Some advice, not all directly related to your question, sorry, but I can't help myself
Don't use j as a variable. MATLAB allows j or i as sqrt(-1) but this will eventually bite you when you can't figure out why a script isn't working, and then you realize it's because you redefined sqrt(-1) into something else. (You probably shouldn't use i as a variable either but as we all know j is the true sqrt(-1)!)
Try to define vectors and use ".*" to multiply element-by-element. Much easier then loops.
MATLAB is the only place in the known universe with their weird definition of frequency. Keep sane by using "digital frequency" f = freq_in_Hz / sampling_freq_in_Hz such that 1/2 == Nyquist and follow that convention everywhere, only multiplying by two when you need to use a MATLAB function that thinks 1 == Nyquist. Of course some people prefer omega too. Personally I find it much easier to think in digital [non-angular] frequency and throw in the 2*pi factor wherever I need it.
Now to the stuff that might actually help... To keep things simple, make your LPF with an odd number of taps. Call this L. Then in MATLAB-speak,
M = (L-1)/2; % this is the filter order
n = [-M:M];
hi = h .* cos(2*pi*fc*n); % where fc = desired center frequency / sampling frequency
hq = h .* sin(2*pi*fc*n);
BTW any linear-phase FIR filter of "type 3" or "type 4" automatically has the hilbert-transforming property. That's basically what we're doing when we multiply by sin(2*pi*fc*n), changing from even-symmetric to odd-symmetric at the same time we shift the center frequency away from DC.
Instead of calling fir1 you could do the window design yourself and just specify both filters directly, as
hi = 2*B*sinc(B*n) .* hamming(L)' .* cos(2*pi*fc*n);
hq = 2*B*sinc(B*n) .* hamming(L)' .* sin(2*pi*fc*n);
where L, n, and fc are defined above and B is the desired bandwidth, again in proper normalized units of (true bandwidth / sampling frequency). This is probably the best way to gain insight into what you are doing. (B*sinc(B*n) gives a perfect brick-wall, unity-gain response if n goes on forever, but of course we are truncating it, so we multiply point-by-point with a window function to reduce the sidelobes at the expense of a less-sharp filter, then we modulate from DC to fc by multiplying point-by-point with 2*cos() or 2*sin().

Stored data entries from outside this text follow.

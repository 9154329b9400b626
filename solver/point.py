"""What has been found of one point of one curve."""

from collections.abc import Mapping
from dataclasses import dataclass, field
from typing import Any

from solver.budget import (
    Check,
    Errors,
    GridUse,
    budget,
    checks,
    coherence_ps,
    flagged,
    longest_ps,
)
from solver.findings import Invariants, LinearRegime, Picture, Scales
from solver.pairing import Difference
from solver.statistics import CORRELATIONS, Estimate
from solver.view import estimates_view, figures_view, named, number, numbers, pair


@dataclass(frozen=True)
class PointResult:
    """Every estimate of one point of one curve, so far or for good.

    steps: of the line; samples: of the window at its end; transforms: of batches, trials included.
    difference: from the first variant at the same value of the sweep, common realizations only.
    estimates holds :data:`solver.statistics.ESTIMATES` by name; it is empty where the outcome
    is not ``completed``.
    """

    variant: int
    point: int
    realizations: int
    target_met: bool
    final: bool
    outcome: str = "completed"
    advice: str = ""
    discretization_error: float = 0.0
    steps: int = 0
    transforms: int = 0
    samples: int = 0
    length_km: float = 0.0
    estimates: Mapping[str, Estimate] = field(default_factory=dict)
    linear: LinearRegime | None = None
    difference: Difference | None = None
    use: GridUse | None = None
    picture: Picture | None = None
    invariants: Invariants | None = None
    scales: Scales | None = None

    @property
    def central(self) -> tuple[float, float] | None:
        """C12(0) at the end of the line and its standard error, where there is one."""
        if not self.estimates:
            return None
        value, error = self.estimates["distance"]
        return float(value[-1]), float(error[-1])

    def summary(self) -> dict[str, Any]:
        """What the curve needs of the point; JSON-able."""
        central = self.central
        linear = self.linear
        return {
            "variant": self.variant,
            "point": self.point,
            "value": central and number(central[0]),
            "standard_error": central and number(central[1]),
            "discretization_error": central and number(self.discretization_error),
            "linear": linear and number(linear.cross[len(linear.cross) // 2]),
            "limited_by": self.budget().get("limited_by", ""),
            "difference": self._difference(),
            "along": central and pair(self.estimates["distance"]),
            "figures": figures_view(self.estimates) if central and self.final else None,
            "realizations": self.realizations,
            "target_met": self.target_met,
            "outcome": self.outcome,
            "advice": self.advice,
            "final": self.final,
            "has_map": self.picture is not None,
            "length_km": self.length_km,
        }

    def _difference(self) -> dict[str, float | None] | None:
        if self.difference is None:
            return None
        return {name: number(value) for name, value in vars(self.difference).items()}

    def budget(self) -> dict[str, Any]:
        """Both errors, the checks of the grid and a verdict in words; JSON-able."""
        if self.outcome != "completed":
            return flagged(self.outcome, self.advice)
        central, use = self.central, self.use
        if central is None or use is None:
            return {}
        errors = Errors(central[1], self.discretization_error, self.realizations, self.final)
        made = budget(use, errors, self._checks(use))
        for check in made["checks"]:
            check["value"] = number(check["value"])
        made["standard_error"] = number(central[1])
        made["discretization_error"] = number(self.discretization_error)
        return made

    def _checks(self, use: GridUse) -> list[Check]:
        found = self.estimates
        spectra = [found[name].value for name in ("output1", "output2")]
        bins = len(spectra[0])
        coherence = coherence_ps(
            spectra,
            bin_ghz=1e3 * use.samples_asked / use.window_ps / bins,
            averaged=self.realizations * use.samples_asked / bins,
        )
        durations = found["durations"].value
        longest = longest_ps(durations, use.longest_lag_ps / len(durations))
        return checks(use, self.samples, coherence, longest)

    def detail(self) -> dict[str, Any]:
        """Everything but the map; JSON-able."""
        if not self.estimates:
            return {"summary": self.summary(), "budget": self.budget()}
        shown = estimates_view(self.estimates)
        if self.linear is not None:
            for name in CORRELATIONS:
                shown["correlations"][name]["linear"] = numbers(getattr(self.linear, name))
        return {
            "summary": self.summary(),
            **shown,
            "invariants": self.invariants and named(vars(self.invariants)),
            "scales": self.scales and named(vars(self.scales)),
            "budget": self.budget(),
            "steps": self.steps,
            "transforms": self.transforms,
            "samples": self.samples,
        }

I didn't delve too deeply into your script, but I suspect one of the problems is your LPF bandwidth is too wide and/or you are not modulating the filter far enough in frequency. Remember that multiplication by a real sinusoid produces two copies in the spectral domain, one shifted up and the other shifted down. (Also remember that freqz is only showing you the positive frequencies; the LPF extends the same distance in negative frequency.) If you don't shift far enough, the two copies pile up and interfere with one another. So, the half-band LPF you've designed has a cutoff at 0.25 (I am using proper/correct frequency units here, so 0.25 == halfway to Nyquist). The width of that LPF is 0.5 if you measure its full extent in +/- frequency. When you modulate it you can just barely avoid a spectral collision if you use fc=0.25 (multiply by cos(2*pi*n*0.25)): One copy will be centered at 0.25 and the other at -0.25. This will be essentially an all-pass filter because each copy will span from 0 to 0.5 (or -0.5). Of course, that may be exactly what you want for your SDR.